HIV drug effective against HER2 breast cancer

Nelfinavir, a protease inhibitor used in the treatment of human immunodeficiency virus (HIV), has been found to inhibit the growth of human epidermal growth factor receptor 2 (HER2)-positive tumors in mice.

Noting in Journal of the National Cancer Institute (2012;104[20]:1576-1590) that new drug targets specific for HER2-positive breast cancer, a highly aggressive form of the disease, are needed, Joong Sup Shim, PhD, and fellow investigators screened the Johns Hopkins Drug Library to identify a number of inhibitors of breast cancer cells. Shim, of the Department of Pharmacology and Molecular Sciences at Johns Hopkins School of Medicine in Baltimore, Maryland, and the rest of the research team then performed a pharmacologic profile of seven genotypically individual breast cancer cell lines using a subset of those inhibitor agents.

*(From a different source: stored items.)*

describe("ingest and steady on Mosquitto", () => {
  it("opens a cycle with the right means before and after a step", async () => {
    await steadyStepSteady("mqtt");
  });

  it("rejects a stuck transmitter as frozen and opens no cycle", async () => {
    // given a flow meter that sticks at sample 20; when 200 samples go in
    let stuck = 0;
    const r = await runFault("frozen", 200, (i, s) => {
      if (i === 20) stuck = s.flowKgPerS;
      return i >= 20 ? { ...s, flowKgPerS: stuck } : s;
    });
    // then its values are judged frozen after 30 s, the plant is blocked by it, and no cycle opens
    const st = statusesOf(r.rec, "FI-101");
    expect(st.get("frozen") ?? 0).toBeGreaterThan(100);
    expect(r.rec.cycles).toHaveLength(0);
    expect(lastVerdict(r)?.blockedBy).toEqual([{ tag: "FI-101", status: "frozen" }]);
    expect(await waitFor(() => latestHealthOf(r, "FI-101")?.lastRejection?.status === "frozen", 3000)).toBe(
      true,
    );
    expect(latestHealthOf(r, "FI-101")?.lastRejection?.detail).toMatch(/unchanged for more than 30 s/);
  });

  it("rejects spikes, explains them, and opens no cycle while they recur", async () => {
    // given a temperature that jumps by 30 °C for one sample every 20 s
    const r = await runFault("spike", 200, (i, s) => (i % 20 === 10 ? { ...s, tempC: s.tempC + 30 } : s));
    // then each jump is a spike (30 °C/s against a limit of 3 °C/s) and the plant never stays steady 60 s
    expect(statusesOf(r.rec, "TI-102").get("spike")).toBe(10);
    expect(r.rec.cycles).toHaveLength(0);
    expect(r.rec.steady.some((e) => e.data.blockedBy.some((b) => b.status === "spike"))).toBe(true);
    expect(await waitFor(() => (latestHealthOf(r, "TI-102")?.counts.spike ?? 0) === 10, 3000)).toBe(true);
    expect(latestHealthOf(r, "TI-102")?.lastRejection?.detail).toMatch(/limit 3 degC\/s/);
  });

  it("passes a slow drift as good data but never calls it steady", async () => {
    // given a temperature ramping at 0.1 °C/s (half its noise per sample) from the start
    const r = await runFault("drift", 200, (i, s) => ({ ...s, tempC: s.tempC + 0.1 * i }));
    // then every value is good (no single-tag rule catches a drift), the verdict is transient, no cycle
    expect([...statusesOf(r.rec, "TI-102").keys()]).toEqual(["good"]);
    expect(r.rec.cycles).toHaveLength(0);
    expect(lastVerdict(r)?.state).toBe("transient");
    expect(lastVerdict(r)?.notSteady.map((t) => t.tag)).toContain("TI-102");
  });

  it("lets a constant bias through unchanged: detecting it is reconciliation's job", async () => {
    // given a flow meter reading 1 kg/s high all along (a bias no single-tag rule can see)
    const r = await runFault("bias", 160, (_i, s) => ({ ...s, flowKgPerS: s.flowKgPerS + 1 }));
    // then the data are good, a cycle opens, and the snapshot carries the biased mean for reconciliation
    expect([...statusesOf(r.rec, "FI-101").keys()]).toEqual(["good"]);
    expect(await waitFor(() => r.rec.snapshots.length === 1, 3000)).toBe(true);
    const f = tagStats(r.rec.snapshots[0]!.data, "FI-101");
    expectMeanNear(f.mean, 11, FLOW_SIGMA, f.count);
  });

  it("marks a tag that drops out stale and opens no cycle", async () => {
    // given the temperature transmitter falls silent after sample 40
    const r = await runFault("dropout", 200, (i, s) => (i >= 40 ? { ...s, tempC: undefined } : s));
    // then 15 s later ingest publishes one stale marker for it, the plant is blocked, and no cycle opens
    const st = statusesOf(r.rec, "TI-102");
    expect(st.get("stale")).toBe(1);
    const marker = r.rec.measurements.flatMap((e) => e.data.values).find((v) => v.status === "stale");
    expect(marker?.time).toBeGreaterThanOrEqual(T0 + 39_000 + 15_000);
    expect(marker?.time).toBeLessThanOrEqual(T0 + 39_000 + 17_000);
    expect(r.rec.cycles).toHaveLength(0);
    expect(lastVerdict(r)?.blockedBy).toEqual([{ tag: "TI-102", status: "stale" }]);
    expect(await waitFor(() => latestHealthOf(r, "TI-102")?.status === "stale", 3000)).toBe(true);
    expect(latestHealthOf(r, "TI-102")?.healthy).toBe(false);
  });

  it("calls a burst of low-frequency noise transient and opens no cycle", async () => {
    // given a disturbance from sample 40: first-order filtered noise (τ ≈ 10 samples) of 3× the flow's sigma
    const g = gaussian(99);
    let lf = 0;
    const r = await runFault("burst", 220, (i, s) => {
      if (i < 40) return s;
      lf = 0.9 * lf + 0.1 * g();
      return { ...s, flowKgPerS: s.flowKgPerS + 3 * FLOW_SIGMA * 3 * lf };
    });
    // then the values are good but the flow is transient; no cycle opens
    expect([...statusesOf(r.rec, "FI-101").keys()]).toEqual(["good"]);
    expect(r.rec.cycles).toHaveLength(0);
    expect(
      r.rec.steady.some((e) => e.data.notSteady.some((t) => t.tag === "FI-101" && t.state === "transient")),
    ).toBe(true);
  });

  it("marks every tag stale when the source's connection is lost, and opens no cycle", async () => {
    // given 40 good samples, then the source disconnects and plant time moves on by 30 s
    const r = await runFault("lost", 40, (_i, s) => s);
    await r.source.close();
    r.clock.set(T0 + 70_000);
    // then ingest's sweep publishes a stale marker for each tag, steady is blocked, no cycle opens
    expect(
      await waitFor(
        () => ["FI-101", "TI-102", "LI-103"].every((t) => statusesOf(r.rec, t).get("stale") === 1),
        5000,
      ),
    ).toBe(true);
    await settle();
    expect(r.rec.cycles).toHaveLength(0);
    expect(lastVerdict(r)?.state).toBe("blocked");
    expect(await waitFor(() => latestHealthOf(r, "LI-103")?.status === "stale", 3000)).toBe(true);
  });

  it("turns Sparkplug B births and data into measurements and asks for a rebirth on a seq gap", async () => {
    // given ingest as a Sparkplug host for group g-<site>, and an edge node publishing on Mosquitto
    const group = `g-${Date.now().toString(36)}`;
    const r = await rig("spb", "mqtt", { group, reorderTimeoutMs: 200 });
    const codec = getSparkplugCodec("spBv1.0");
    if (!codec) throw new Error("no spBv1.0 codec");
    const node = mqtt.connect(await mqttUrl(), { protocolVersion: 4, clean: true });
    await new Promise<void>((res) => node.once("connect", () => res()));
    const ncmd: Array<{ topic: string; payload: Buffer }> = [];
    node.on("message", (topic, payload) => ncmd.push({ topic, payload }));
    await node.subscribeAsync(`spBv1.0/${group}/NCMD/#`, { qos: 0 });
    const topic = (type: string) => `spBv1.0/${group}/${type}/edge-1`;
    const now = Date.now();
    // when it is born with two metrics (the flow in kg/h under its source name, the temperature by tag id)…
    await node.publishAsync(
      topic("NBIRTH"),
      Buffer.from(
        codec.encodePayload({
          timestamp: now,
          seq: 0,
          metrics: [
            { name: "bdSeq", type: "UInt64", value: 0 },
            { name: "feed_flow", alias: 1, type: "Double", value: 36_000, timestamp: now },
            { name: "TI-102", alias: 2, type: "Double", value: 80.5, timestamp: now },
          ],
        }),
      ),
    );
    // …sends NDATA by alias with seq 1…
    await node.publishAsync(
      topic("NDATA"),
      Buffer.from(
        codec.encodePayload({
          timestamp: now + 1000,
          seq: 1,
          metrics: [{ alias: 2, type: "Double", value: 80.7, timestamp: now + 1000 }],
        }),
      ),
    );
    const spb = () => r.rec.measurements.filter((e) => e.data.source === `spb:${group}/edge-1`);
    expect(await waitFor(() => spb().length >= 2, 5000)).toBe(true);
    // then the birth's values and the data come out as validated measurements in tag units
    const values = spb().flatMap((e) => e.data.values);
    expect(values.find((v) => v.tag === "FI-101")).toMatchObject({ value: 10, unit: "kg/s", status: "good" });
    expect(values.filter((v) => v.tag === "TI-102").map((v) => v.value)).toEqual([80.5, 80.7]);
    // when seq 2 is lost and seq 3 arrives
    await node.publishAsync(
      topic("NDATA"),
      Buffer.from(
        codec.encodePayload({
          timestamp: now + 3000,
          seq: 3,
          metrics: [{ alias: 2, type: "Double", value: 80.9, timestamp: now + 3000 }],
        }),
      ),
    );
    // then after the reorder window ingest publishes NCMD Node Control/Rebirth = true to that node,
    // and marks the node's tags stale until it is born again
    expect(await waitFor(() => ncmd.length >= 1, 5000)).toBe(true);
    expect(ncmd[0]?.topic).toBe(`spBv1.0/${group}/NCMD/edge-1`);
    const cmd = codec.decodePayload(ncmd[0]!.payload);
    expect(cmd.metrics?.[0]).toMatchObject({ name: "Node Control/Rebirth", value: true });
    expect(
      await waitFor(
        () => spb().some((e) => e.data.values.some((v) => v.tag === "TI-102" && v.status === "stale")),
        3000,
      ),
    ).toBe(true);
    // and a payload that is not Sparkplug B is dead-lettered, not dropped
    await node.publishAsync(topic("NDATA"), Buffer.from("not protobuf at all \u0000\u00ff"));
    expect(await waitFor(() => r.rec.deadletters >= 1, 5000)).toBe(true);
    await node.endAsync();
  });
});
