# Constants shared with the compiled kernels, so both solve the same equations.
RE_LAMINAR_MAX = physics_kernels.RE_LAMINAR_MAX
RE_TURBULENT_MIN = physics_kernels.RE_TURBULENT_MIN
ZETA_V0_M_S = physics_kernels.ZETA_REGULARISATION_VELOCITY_M_S
FLOW_M0_KG_S = physics_kernels.REGULARISATION_MASS_FLOW_KG_S
LEAKAGE_FRACTION = physics_kernels.LEAKAGE_FRACTION
CHECK_R_PA_S_KG = physics_kernels.CHECK_VALVE_REVERSE_RESISTANCE_PA_S_KG
CHECK_BLEND_KG_S = physics_kernels.CHECK_VALVE_BLEND_FLOW_KG_S
# Kv definition Q [m3/h] = Kv sqrt(dp [bar] 1000 / rho), solved for dp with
# Q = 3600 m / rho: dp = KV_CONSTANT m^2 / (rho Kv^2).
KV_CONSTANT = 1e5 * 3600.0**2 / 1000.0
COLEBROOK_RTOL = 1e-14
COLEBROOK_MAX_ITER = 20

# --- benchmark ladders ---------------------------------------------------------
LADDER_TEE_SPACING_M = 3.0  # header length between neighbouring tees [m]
LADDER_BRANCH_LENGTH_M = 1.0  # branch length from header to emitter, one way [m]
LADDER_FEED_LENGTH_M = 4.0  # plant to the first tee, one way [m]
LADDER_BRANCH_PIPE = "cu_15x1"
LADDER_ROOM_LOAD_W = 1000.0  # design heat load per room (one emitter per room)
LADDER_TOTAL_LOAD_MAX_W = 80e3  # larger ladders get smaller rooms [W]
LADDER_SUPPLY_TEMP_C = 70.0
LADDER_DROP_K = 15.0
LADDER_OUTDOOR_C = -10.0
LADDER_SETPOINT_C = 20.0
# Header candidates, smallest first, and the design velocity they must keep to.
LADDER_HEADER_PIPES = ("cu_28x1", "cu_35x1.5", "cu_42x1.5", "cu_54x1.5")
LADDER_HEADER_PIPE_LARGE = "steel_dn50"  # used from LADDER_LARGE_N emitters on
LADDER_LARGE_N = 200
LADDER_HEADER_VELOCITY_MAX_M_S = 1.0
# Radiator valve of the ladders: a fine-preset body, Kv rising geometrically
# from preset 1 to 26 (an invented table spanning what balancing needs here).
LADDER_PRESETS = tuple(range(1, 27))
LADDER_PRESET_KV_M3_H = tuple(0.002 * 1.26 ** (p - 1) for p in LADDER_PRESETS)
# Pressure drop left for the index circuit's valve at design flow. [Pa]
LADDER_INDEX_VALVE_DP_PA = 10e3
# Pump curve H0 (1 - 0.25 (Q/Qd)^2): H(Qd) = 0.75 H0 is the design head and
# H(2 Qd) = 0.
LADDER_PUMP_HEAD_MAX_KPA = 1000.0  # scenario loader limit


def ladder_room_load_W(n_emitters: int) -> float:
    """Design heat load of each room of an ``n_emitters`` ladder. [W]"""
    return min(LADDER_ROOM_LOAD_W, LADDER_TOTAL_LOAD_MAX_W / n_emitters)


def ladder_design_flow_kg_s(n_emitters: int) -> float:
    """Design mass flow of each emitter of an ``n_emitters`` ladder. [kg/s]"""
    cp = float(water.specific_heat_J_kg_K(LADDER_SUPPLY_TEMP_C - LADDER_DROP_K / 2))
    return ladder_room_load_W(n_emitters) / (cp * LADDER_DROP_K)


def ladder_header_pipe(n_emitters: int) -> str:
    """Header pipe of an ``n_emitters`` ladder: smallest copper within 1 m/s."""
    if n_emitters >= LADDER_LARGE_N:
        return LADDER_HEADER_PIPE_LARGE
    rho = float(water.density_kg_m3(LADDER_SUPPLY_TEMP_C))
    total = n_emitters * ladder_design_flow_kg_s(n_emitters)
    for name in LADDER_HEADER_PIPES:
        d = pipe_type(name).inner_diameter_m
        if total / (rho * math.pi / 4.0 * d * d) <= LADDER_HEADER_VELOCITY_MAX_M_S:
            return name
    return LADDER_HEADER_PIPE_LARGE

The profiling revealed that nelfinavir selectively inhibited the growth of HER2-positive breast cancer cells in mice, and also inhibited the growth of trastuzumab-resistant and/or lapatinib-resistant HER2-positive breast cancer cells in vitro at concentrations consistent with dosage regimens used for HIV patients. 

“With a relatively low toxicity profile and much available information on its drug-drug interactions and on pharmacokinetics, nelfinavir is ready for clinical testing in HER2 breast cancer patients,” the researchers concluded.